◆ **Task objective**
Every line from the one containing "alpha, coding.names, path_gaps))" to the one containing "convergence=conv)" in the records below, both included, must be set down exactly, and no other line.
========================
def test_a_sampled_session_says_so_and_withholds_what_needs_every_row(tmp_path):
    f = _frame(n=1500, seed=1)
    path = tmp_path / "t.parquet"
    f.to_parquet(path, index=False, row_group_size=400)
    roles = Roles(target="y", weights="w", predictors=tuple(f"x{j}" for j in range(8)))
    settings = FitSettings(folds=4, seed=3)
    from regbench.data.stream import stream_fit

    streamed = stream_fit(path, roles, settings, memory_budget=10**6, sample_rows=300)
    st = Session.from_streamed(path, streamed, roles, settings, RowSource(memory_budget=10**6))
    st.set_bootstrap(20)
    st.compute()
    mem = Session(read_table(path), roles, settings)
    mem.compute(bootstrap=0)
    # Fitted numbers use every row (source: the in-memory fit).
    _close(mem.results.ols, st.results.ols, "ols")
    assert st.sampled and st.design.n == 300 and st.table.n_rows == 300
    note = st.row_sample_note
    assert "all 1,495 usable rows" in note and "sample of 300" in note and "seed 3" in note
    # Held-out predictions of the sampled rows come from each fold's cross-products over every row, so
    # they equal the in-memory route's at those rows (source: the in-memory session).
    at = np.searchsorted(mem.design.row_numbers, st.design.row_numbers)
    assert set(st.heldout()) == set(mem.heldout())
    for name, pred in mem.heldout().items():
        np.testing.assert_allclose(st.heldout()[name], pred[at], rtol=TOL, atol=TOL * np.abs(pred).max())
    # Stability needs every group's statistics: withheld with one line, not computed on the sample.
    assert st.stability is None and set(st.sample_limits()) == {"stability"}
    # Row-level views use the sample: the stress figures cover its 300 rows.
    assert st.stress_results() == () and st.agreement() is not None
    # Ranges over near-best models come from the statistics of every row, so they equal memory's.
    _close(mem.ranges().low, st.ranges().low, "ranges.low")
========================
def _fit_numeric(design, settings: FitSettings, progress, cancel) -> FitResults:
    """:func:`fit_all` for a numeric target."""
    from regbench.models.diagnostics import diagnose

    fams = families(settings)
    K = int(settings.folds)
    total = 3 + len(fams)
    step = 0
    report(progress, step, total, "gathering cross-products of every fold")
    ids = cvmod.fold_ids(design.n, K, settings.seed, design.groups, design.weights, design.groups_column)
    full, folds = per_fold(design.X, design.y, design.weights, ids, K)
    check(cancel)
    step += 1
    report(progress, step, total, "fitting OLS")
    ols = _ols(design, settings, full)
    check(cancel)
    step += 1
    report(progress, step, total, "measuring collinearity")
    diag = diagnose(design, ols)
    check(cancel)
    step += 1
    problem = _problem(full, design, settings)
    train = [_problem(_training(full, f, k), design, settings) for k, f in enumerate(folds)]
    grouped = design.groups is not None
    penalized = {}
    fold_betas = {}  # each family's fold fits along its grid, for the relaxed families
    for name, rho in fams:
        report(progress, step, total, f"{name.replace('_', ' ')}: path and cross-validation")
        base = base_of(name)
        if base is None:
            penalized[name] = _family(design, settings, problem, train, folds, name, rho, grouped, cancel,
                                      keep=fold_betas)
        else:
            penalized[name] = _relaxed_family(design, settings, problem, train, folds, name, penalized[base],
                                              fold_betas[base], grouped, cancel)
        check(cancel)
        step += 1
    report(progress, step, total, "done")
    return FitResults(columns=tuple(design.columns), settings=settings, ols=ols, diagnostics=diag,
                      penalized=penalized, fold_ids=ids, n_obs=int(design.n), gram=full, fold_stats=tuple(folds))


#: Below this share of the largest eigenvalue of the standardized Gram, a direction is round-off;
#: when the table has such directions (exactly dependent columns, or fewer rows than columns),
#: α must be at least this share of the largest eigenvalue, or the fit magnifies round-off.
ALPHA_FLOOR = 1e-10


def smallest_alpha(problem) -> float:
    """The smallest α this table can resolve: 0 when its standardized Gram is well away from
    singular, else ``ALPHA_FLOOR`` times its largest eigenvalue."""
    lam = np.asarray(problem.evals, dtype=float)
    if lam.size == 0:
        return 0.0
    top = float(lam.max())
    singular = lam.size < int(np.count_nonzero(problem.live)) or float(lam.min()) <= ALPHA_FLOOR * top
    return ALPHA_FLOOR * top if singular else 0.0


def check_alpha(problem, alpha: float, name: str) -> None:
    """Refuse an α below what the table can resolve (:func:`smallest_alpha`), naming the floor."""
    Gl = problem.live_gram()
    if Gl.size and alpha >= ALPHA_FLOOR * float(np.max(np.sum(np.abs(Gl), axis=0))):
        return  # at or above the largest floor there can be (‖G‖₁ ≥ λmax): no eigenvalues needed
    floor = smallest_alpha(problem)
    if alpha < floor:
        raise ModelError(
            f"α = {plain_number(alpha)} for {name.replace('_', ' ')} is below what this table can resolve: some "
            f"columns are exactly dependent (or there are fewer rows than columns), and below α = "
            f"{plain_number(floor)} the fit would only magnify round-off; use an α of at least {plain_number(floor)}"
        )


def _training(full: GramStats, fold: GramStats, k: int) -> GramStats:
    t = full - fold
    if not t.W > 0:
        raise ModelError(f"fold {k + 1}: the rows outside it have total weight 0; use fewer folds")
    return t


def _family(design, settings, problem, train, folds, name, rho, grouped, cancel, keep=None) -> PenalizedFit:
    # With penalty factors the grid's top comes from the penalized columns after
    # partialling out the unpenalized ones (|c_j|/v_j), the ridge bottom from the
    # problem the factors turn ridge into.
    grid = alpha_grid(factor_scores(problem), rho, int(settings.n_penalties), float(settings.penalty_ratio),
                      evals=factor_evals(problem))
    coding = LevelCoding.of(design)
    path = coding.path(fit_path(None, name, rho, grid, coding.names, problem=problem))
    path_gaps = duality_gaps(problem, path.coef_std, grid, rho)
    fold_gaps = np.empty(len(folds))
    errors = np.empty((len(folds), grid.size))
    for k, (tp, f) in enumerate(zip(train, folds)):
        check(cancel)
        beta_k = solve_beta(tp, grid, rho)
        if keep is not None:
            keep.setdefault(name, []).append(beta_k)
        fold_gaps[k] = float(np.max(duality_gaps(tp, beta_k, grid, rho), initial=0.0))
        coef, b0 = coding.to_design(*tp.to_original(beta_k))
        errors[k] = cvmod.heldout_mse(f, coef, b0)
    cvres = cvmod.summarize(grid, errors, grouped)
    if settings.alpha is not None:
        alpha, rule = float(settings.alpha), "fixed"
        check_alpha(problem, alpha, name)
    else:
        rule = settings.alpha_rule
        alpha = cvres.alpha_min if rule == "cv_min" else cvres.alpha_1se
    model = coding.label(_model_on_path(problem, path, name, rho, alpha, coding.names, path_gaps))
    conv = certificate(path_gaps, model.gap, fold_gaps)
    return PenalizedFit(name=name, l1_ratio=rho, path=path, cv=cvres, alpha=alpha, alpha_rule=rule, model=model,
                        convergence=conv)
========================
◆ **Written answer**
    model = coding.label(_model_on_path(problem, path, name, rho, alpha, coding.names, path_gaps))
    conv = certificate(path_gaps, model.gap, fold_gaps)
    return PenalizedFit(name=name, l1_ratio=rho, path=path, cv=cvres, alpha=alpha, alpha_rule=rule, model=model,
                        convergence=conv)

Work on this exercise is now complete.